RECORDS:
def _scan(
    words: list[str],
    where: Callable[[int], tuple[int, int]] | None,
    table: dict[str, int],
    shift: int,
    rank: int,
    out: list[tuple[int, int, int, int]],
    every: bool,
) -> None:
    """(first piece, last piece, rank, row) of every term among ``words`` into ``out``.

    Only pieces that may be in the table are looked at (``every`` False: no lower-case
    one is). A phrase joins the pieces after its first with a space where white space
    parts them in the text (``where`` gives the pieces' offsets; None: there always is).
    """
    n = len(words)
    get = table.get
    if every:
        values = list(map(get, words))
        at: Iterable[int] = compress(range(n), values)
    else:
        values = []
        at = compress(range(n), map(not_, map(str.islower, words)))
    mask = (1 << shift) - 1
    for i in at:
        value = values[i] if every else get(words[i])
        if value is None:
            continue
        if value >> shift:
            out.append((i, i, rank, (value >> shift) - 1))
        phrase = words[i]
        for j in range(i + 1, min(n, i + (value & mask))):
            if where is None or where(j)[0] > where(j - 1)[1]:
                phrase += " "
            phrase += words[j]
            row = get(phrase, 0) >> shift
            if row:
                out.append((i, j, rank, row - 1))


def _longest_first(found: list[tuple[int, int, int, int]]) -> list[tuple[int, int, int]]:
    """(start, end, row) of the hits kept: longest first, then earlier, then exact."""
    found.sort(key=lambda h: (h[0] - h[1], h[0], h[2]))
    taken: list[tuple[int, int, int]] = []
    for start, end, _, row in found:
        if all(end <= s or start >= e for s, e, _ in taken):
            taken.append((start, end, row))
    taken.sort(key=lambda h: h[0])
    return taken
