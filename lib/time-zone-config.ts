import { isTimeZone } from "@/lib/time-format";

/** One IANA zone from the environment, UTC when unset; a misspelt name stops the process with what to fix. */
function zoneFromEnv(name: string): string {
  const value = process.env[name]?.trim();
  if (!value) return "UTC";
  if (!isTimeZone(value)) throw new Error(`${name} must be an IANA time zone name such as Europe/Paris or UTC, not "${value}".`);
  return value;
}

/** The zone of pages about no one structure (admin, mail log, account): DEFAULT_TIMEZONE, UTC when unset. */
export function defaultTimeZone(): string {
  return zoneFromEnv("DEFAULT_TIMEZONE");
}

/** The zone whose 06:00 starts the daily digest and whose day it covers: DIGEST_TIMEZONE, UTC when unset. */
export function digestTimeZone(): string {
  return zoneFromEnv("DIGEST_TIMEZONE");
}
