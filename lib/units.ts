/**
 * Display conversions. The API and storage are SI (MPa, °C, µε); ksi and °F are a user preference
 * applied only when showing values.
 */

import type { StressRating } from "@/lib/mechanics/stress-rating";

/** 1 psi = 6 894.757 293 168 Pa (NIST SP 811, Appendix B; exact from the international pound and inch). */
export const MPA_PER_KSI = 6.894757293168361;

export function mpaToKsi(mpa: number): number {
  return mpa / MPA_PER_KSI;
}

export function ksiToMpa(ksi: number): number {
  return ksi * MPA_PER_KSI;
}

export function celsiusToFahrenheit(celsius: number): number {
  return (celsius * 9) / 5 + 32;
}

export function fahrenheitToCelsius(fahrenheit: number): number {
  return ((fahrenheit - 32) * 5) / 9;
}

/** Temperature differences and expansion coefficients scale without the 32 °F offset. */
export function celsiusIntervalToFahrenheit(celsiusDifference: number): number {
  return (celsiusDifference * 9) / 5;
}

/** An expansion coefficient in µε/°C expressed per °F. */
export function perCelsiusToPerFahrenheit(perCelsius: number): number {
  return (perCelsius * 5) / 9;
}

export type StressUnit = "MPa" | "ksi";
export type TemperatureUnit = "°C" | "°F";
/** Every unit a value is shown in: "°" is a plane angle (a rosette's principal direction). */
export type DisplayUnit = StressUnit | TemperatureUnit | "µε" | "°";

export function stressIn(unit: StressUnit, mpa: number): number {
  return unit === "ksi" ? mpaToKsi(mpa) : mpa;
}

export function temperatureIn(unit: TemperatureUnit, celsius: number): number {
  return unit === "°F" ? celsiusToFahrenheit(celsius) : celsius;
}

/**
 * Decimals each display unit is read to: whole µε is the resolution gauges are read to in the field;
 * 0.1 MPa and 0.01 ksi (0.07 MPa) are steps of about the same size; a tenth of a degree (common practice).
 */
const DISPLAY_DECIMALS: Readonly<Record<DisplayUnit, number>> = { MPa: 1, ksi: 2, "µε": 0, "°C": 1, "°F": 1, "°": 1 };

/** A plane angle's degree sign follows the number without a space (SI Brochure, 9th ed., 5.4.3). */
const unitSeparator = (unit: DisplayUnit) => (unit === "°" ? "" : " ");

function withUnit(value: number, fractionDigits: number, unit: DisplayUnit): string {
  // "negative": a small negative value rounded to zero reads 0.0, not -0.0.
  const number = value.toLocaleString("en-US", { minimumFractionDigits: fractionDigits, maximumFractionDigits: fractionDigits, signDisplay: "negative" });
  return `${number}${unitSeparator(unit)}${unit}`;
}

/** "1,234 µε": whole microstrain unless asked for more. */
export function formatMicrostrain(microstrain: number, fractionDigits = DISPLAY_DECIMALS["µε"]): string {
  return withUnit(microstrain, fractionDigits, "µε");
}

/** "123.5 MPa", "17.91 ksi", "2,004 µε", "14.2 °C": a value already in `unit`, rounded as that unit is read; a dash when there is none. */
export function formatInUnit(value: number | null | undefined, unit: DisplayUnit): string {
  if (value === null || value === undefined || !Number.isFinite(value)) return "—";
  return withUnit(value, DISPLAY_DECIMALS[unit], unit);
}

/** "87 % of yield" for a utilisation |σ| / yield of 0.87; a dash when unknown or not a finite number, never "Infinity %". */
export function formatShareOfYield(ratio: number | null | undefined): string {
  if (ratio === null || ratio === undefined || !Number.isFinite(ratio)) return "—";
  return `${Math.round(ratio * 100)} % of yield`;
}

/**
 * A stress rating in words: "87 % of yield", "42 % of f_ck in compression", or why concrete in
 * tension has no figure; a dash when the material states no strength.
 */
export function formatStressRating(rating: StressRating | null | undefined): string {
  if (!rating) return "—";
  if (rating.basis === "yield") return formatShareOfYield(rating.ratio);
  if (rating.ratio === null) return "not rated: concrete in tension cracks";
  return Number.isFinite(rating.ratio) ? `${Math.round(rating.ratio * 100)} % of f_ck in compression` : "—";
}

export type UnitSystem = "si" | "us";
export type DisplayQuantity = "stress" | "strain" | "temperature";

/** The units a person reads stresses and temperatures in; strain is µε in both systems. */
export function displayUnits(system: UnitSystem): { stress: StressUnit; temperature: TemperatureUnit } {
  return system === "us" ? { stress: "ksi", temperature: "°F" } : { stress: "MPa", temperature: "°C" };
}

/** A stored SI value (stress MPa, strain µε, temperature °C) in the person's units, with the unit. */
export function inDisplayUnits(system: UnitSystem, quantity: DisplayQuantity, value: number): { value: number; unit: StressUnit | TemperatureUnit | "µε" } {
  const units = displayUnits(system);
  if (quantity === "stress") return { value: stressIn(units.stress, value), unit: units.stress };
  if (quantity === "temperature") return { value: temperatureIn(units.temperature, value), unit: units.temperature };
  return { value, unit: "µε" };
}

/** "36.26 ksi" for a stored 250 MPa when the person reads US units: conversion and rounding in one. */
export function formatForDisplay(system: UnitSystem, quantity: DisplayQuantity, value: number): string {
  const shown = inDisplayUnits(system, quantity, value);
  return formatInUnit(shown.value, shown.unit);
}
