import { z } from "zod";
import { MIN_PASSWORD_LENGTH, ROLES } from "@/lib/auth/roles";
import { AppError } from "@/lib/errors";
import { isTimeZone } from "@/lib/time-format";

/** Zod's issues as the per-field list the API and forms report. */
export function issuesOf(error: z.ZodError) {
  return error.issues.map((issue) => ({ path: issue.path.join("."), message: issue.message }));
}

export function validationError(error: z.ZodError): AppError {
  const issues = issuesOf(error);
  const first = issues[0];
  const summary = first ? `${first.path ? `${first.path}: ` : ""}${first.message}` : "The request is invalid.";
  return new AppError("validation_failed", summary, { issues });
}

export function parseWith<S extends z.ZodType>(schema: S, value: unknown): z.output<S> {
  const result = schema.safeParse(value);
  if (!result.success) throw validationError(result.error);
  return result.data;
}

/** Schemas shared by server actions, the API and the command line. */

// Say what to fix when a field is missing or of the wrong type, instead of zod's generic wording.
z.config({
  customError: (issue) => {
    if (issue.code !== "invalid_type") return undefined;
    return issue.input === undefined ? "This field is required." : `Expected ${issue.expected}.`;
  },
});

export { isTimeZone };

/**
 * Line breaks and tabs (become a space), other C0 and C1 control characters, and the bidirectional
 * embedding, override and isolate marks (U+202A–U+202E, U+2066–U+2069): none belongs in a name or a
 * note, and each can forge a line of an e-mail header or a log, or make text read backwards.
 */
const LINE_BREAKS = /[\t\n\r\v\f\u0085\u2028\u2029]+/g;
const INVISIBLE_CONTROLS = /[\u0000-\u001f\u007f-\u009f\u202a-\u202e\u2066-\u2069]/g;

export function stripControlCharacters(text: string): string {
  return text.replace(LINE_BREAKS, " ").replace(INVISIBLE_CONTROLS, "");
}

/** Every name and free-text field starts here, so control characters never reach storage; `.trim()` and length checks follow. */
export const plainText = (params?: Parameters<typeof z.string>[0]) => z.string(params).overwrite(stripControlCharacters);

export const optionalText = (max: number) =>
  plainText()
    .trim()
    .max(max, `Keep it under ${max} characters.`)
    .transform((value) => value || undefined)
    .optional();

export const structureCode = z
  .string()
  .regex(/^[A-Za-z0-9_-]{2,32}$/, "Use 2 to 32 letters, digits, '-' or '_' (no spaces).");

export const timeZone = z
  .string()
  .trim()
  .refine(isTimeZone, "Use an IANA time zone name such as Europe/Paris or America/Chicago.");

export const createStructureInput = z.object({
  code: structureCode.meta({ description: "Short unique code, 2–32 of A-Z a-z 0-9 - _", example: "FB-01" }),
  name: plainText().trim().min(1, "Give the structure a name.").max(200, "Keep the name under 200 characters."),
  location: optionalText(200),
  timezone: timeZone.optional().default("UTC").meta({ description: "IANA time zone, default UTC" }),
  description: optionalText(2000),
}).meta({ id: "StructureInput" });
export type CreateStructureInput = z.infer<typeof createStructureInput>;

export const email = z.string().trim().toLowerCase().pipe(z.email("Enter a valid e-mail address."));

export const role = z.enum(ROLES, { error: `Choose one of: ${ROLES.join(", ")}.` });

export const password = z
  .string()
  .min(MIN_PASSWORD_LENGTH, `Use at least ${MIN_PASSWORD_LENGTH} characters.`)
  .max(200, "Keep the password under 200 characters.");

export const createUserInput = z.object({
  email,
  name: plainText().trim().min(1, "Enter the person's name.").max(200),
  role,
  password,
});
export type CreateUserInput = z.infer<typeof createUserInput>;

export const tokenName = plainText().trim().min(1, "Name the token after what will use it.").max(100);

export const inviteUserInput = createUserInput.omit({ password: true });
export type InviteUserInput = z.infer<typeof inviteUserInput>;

TASK DIRECTIONS: Reproduce precisely, and with no line left out, each line from the top of the entries through the line that carries "phrase = words[i]".

EXERCISE SOLUTION:
def _scan(
    words: list[str],
    where: Callable[[int], tuple[int, int]] | None,
    table: dict[str, int],
    shift: int,
    rank: int,
    out: list[tuple[int, int, int, int]],
    every: bool,
) -> None:
    """(first piece, last piece, rank, row) of every term among ``words`` into ``out``.

    Only pieces that may be in the table are looked at (``every`` False: no lower-case
    one is). A phrase joins the pieces after its first with a space where white space
    parts them in the text (``where`` gives the pieces' offsets; None: there always is).
    """
    n = len(words)
    get = table.get
    if every:
        values = list(map(get, words))
        at: Iterable[int] = compress(range(n), values)
    else:
        values = []
        at = compress(range(n), map(not_, map(str.islower, words)))
    mask = (1 << shift) - 1
    for i in at:
        value = values[i] if every else get(words[i])
        if value is None:
            continue
        if value >> shift:
            out.append((i, i, rank, (value >> shift) - 1))
        phrase = words[i]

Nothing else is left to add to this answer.